* _What needs to be done_: Look through the data below and return each line where "sortedKeys" appears.

* _Provided data_:
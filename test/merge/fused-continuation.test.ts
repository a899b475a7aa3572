/**
 * The continuation counts a partition's raw merge makes from the rows it merges
 * (fused-continuation.ts), against N1+(• x) counted here with a Map from the distinct n-grams of
 * the next order (Kneser-Ney's continuation count, Chen & Goodman 1998): whole, after a merge
 * stopped and resumed (only the orders merged in full are kept, the continuation merge makes the
 * others), and dropped when the budget is too small.
 */
import { mkdtempSync } from 'node:fs';
import * as os from 'node:os';
import * as path from 'node:path';
import { describe, expect, test } from 'vitest';
import { writeRunFile } from '../../src/count/run-file.ts';
import { nodeFs } from '../../src/job/fsio.ts';
import { mergePartition, type MergeProgress, type PartitionMergeTask } from '../../src/merge/merge-partition.ts';
import { FUSED_CONTINUATION_KEY, readFusedContinuation } from '../../src/merge/fused-continuation.ts';
import { PartitionStore } from '../../src/merge/store.ts';
import { TallyBuilder } from '../../src/merge/tally.ts';
import { seededRandom } from '../support/seeded.ts';

type Rows = Map<string, number>;

/** `count` distinct random n-grams of `order` (few first words, Zipf-ish later ones), with counts. */
function randomRows(seed: number, order: number, count: number): Rows {
  const random = seededRandom(seed);
  const rows: Rows = new Map();
  while (rows.size < count) {
    const ids = Array.from({ length: order }, (_, k) => Math.floor(random() ** (k === 0 ? 1 : 2) * (k === 0 ? 40 : 3000)));
    rows.set(ids.join(' '), 1 + Math.floor(random() * 4));
  }
  return rows;
}

const sortedKeys = (rows: Rows): number[][] => [...rows.keys()].map((k) => k.split(' ').map(Number))
  .sort((a, b) => { for (let i = 0; i < a.length; i++) if (a[i] !== b[i]) return a[i] - b[i]; return 0; });

/** Writes `rows` as runs of `order`, split alternately between `runs` files; returns their names. */
async function writeRuns(dir: string, order: number, rows: Rows, runs: number): Promise<string[]> {
  const sorted = sortedKeys(rows);
  const files: string[] = [];
  for (let r = 0; r < runs; r++) {
    const mine = sorted.filter((_, i) => i % runs === r);
    const file = `o${order}-r${r}.run`;
    await writeRunFile(nodeFs, path.join(dir, file), { order, partition: 0, chunk: r, spill: 0 }, Uint32Array.from(mine.flat()),
      Float64Array.from(mine, (ids) => rows.get(ids.join(' '))!), mine.length);
    files.push(file);
  }
  return files;
}

/** N1+(• x) for every x of order m, from the distinct n-grams of order m+1. */
function continuationOf(higher: Rows): Rows {
  const counts: Rows = new Map();
  for (const key of higher.keys()) {
    const suffix = key.slice(key.indexOf(' ') + 1);
    counts.set(suffix, (counts.get(suffix) ?? 0) + 1);
  }
  return counts;
}

function storedRows(store: PartitionStore, order: number): Rows {
  const rows: Rows = new Map();
  for (const block of store.blocks(order, undefined, 'continuation')) {
    for (let j = 0; j < block.recordCount; j++) rows.set(Array.from(block.keys.subarray(j * order, (j + 1) * order)).join(' '), block.counts[j]);
  }
  return rows;
}

function tallyOf(rows: Rows, order: number) {
  const tally = new TallyBuilder(order);
  for (const ids of sortedKeys(rows)) tally.addRows(Uint32Array.from(ids), [rows.get(ids.join(' '))!], 0, 1);
  return tally.finish();
}

/** A partition with raw runs of orders 2, 3 and 4 (order 1 empty), and a continuation run of order 1. */
async function partitionRuns(dir: string, rowsOf4: number) {
  const rows = { 2: randomRows(2, 2, 3000), 3: randomRows(3, 3, 9000), 4: randomRows(4, 4, rowsOf4) };
  const raw: PartitionMergeTask = { partition: 0, files: [[], await writeRuns(dir, 2, rows[2], 2), await writeRuns(dir, 3, rows[3], 3), await writeRuns(dir, 4, rows[4], 2)] };
  // Order 1's continuation counts come from elsewhere (the unigram vectors or emitted runs): a run
  // here, written below the fused orders' keys.
  const unigrams: Rows = new Map(Array.from({ length: 500 }, (_, i) => [String(2 * i), 1 + (i % 7)]));
  const continuation: PartitionMergeTask = { partition: 0, files: [await writeRuns(dir, 1, unigrams, 1), [], []], localOrders: [2, 3] };
  return { rows, raw, continuation, unigrams };
}

async function expectContinuation(dir: string, name: string, rows: Record<number, Rows>, unigrams: Rows, tallies: unknown[]): Promise<void> {
  const store = PartitionStore.open(path.join(dir, name), 'read');
  try {
    expect(storedRows(store, 1)).toEqual(unigrams);
    expect(storedRows(store, 2)).toEqual(continuationOf(rows[3]));
    expect(storedRows(store, 3)).toEqual(continuationOf(rows[4]));
    expect(store.readProgress<MergeProgress>('continuation')?.tallies).toEqual(tallies);
  } finally {
    await store.close();
  }
  expect(tallies).toEqual([tallyOf(unigrams, 1), tallyOf(continuationOf(rows[3]), 2), tallyOf(continuationOf(rows[4]), 3)]);
}

async function fusedIn(dir: string, name: string): Promise<number[]> {
  const store = PartitionStore.open(path.join(dir, name), 'read');
  try {
    return [...readFusedContinuation(store).keys()];
  } finally {
    await store.close();
  }
}

describe('continuation counts made by the raw merge', () => {
  test('orders 2 and 3 from the raw merge of orders 3 and 4; order 1 merged below them', async () => {
    const dir = mkdtempSync(path.join(os.tmpdir(), 'quern-fused-'));
    const { rows, raw, continuation, unigrams } = await partitionRuns(dir, 20_000);
    await mergePartition(dir, 'store', { ...raw, fuseBytesMax: 64 << 20 }, 'raw', { txnBlocks: 3 });
    expect(await fusedIn(dir, 'store')).toEqual([2, 3]);
    const tallies = await mergePartition(dir, 'store', continuation, 'continuation');
    await expectContinuation(dir, 'store', rows, unigrams, tallies);

    // Without a budget for them, the continuation merge makes them from the store: the same.
    await mergePartition(dir, 'plain', raw, 'raw', { txnBlocks: 3 });
    expect(await fusedIn(dir, 'plain')).toEqual([]);
    expect(await mergePartition(dir, 'plain', continuation, 'continuation')).toEqual(tallies);
    await expectContinuation(dir, 'plain', rows, unigrams, tallies);
  });

  test('stopped after every commit in turn and resumed: the orders merged in full are kept, the continuation merge makes the rest', async () => {
    const dir = mkdtempSync(path.join(os.tmpdir(), 'quern-fused-resume-'));
    const { rows, raw, continuation, unigrams } = await partitionRuns(dir, 6000);
    const seen = new Set<string>();
    for (let k = 1; ; k++) {
      const name = `stopped-${k}`;
      let commits = 0;
      try {
        await mergePartition(dir, name, { ...raw, fuseBytesMax: 64 << 20 }, 'raw', { txnBlocks: 2, afterCommit: () => { if (++commits === k) throw new Error('stop'); } });
      } catch (error) {
        expect((error as Error).message).toBe('stop');
        await mergePartition(dir, name, { ...raw, fuseBytesMax: 64 << 20 }, 'raw', { txnBlocks: 2 });
        const fused = await fusedIn(dir, name);
        seen.add(fused.join(','));
        await expectContinuation(dir, name, rows, unigrams, await mergePartition(dir, name, continuation, 'continuation'));
        continue;
      }
      expect(await fusedIn(dir, name)).toEqual([2, 3]);
      break;
    }
    // Stops in order 3 or before keep both orders (the resumed merge merges 3 and 4 in full);
    // stops in order 4 keep order 3 alone.
    expect([...seen].sort()).toEqual(['2,3', '3']);
  });

  test('a budget the gathered suffixes outgrow drops the order: the continuation merge makes it', async () => {
    const dir = mkdtempSync(path.join(os.tmpdir(), 'quern-fused-budget-'));
    // 400,000 rows of order 4: their suffixes outgrow a first gather of 4 MiB, and 5 MiB do not
    // allow the next; the 9,000 of order 3 fit.
    const { rows, raw, continuation, unigrams } = await partitionRuns(dir, 400_000);
    await mergePartition(dir, 'store', { ...raw, fuseBytesMax: 5 << 20 }, 'raw');
    expect(await fusedIn(dir, 'store')).toEqual([2]);
    await expectContinuation(dir, 'store', rows, unigrams, await mergePartition(dir, 'store', continuation, 'continuation'));
    // Below the first gather's 4 MiB, none.
    await mergePartition(dir, 'small', { ...raw, fuseBytesMax: 1 << 20 }, 'raw');
    const store = PartitionStore.open(path.join(dir, 'small'), 'read');
    expect(store.readMeta(FUSED_CONTINUATION_KEY)).toBeUndefined();
    await store.close();
  });
});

* _Completed task_:
const sortedKeys = (rows: Rows): number[][] => [...rows.keys()].map((k) => k.split(' ').map(Number))
  const sorted = sortedKeys(rows);
  for (const ids of sortedKeys(rows)) tally.addRows(Uint32Array.from(ids), [rows.get(ids.join(' '))!], 0, 1);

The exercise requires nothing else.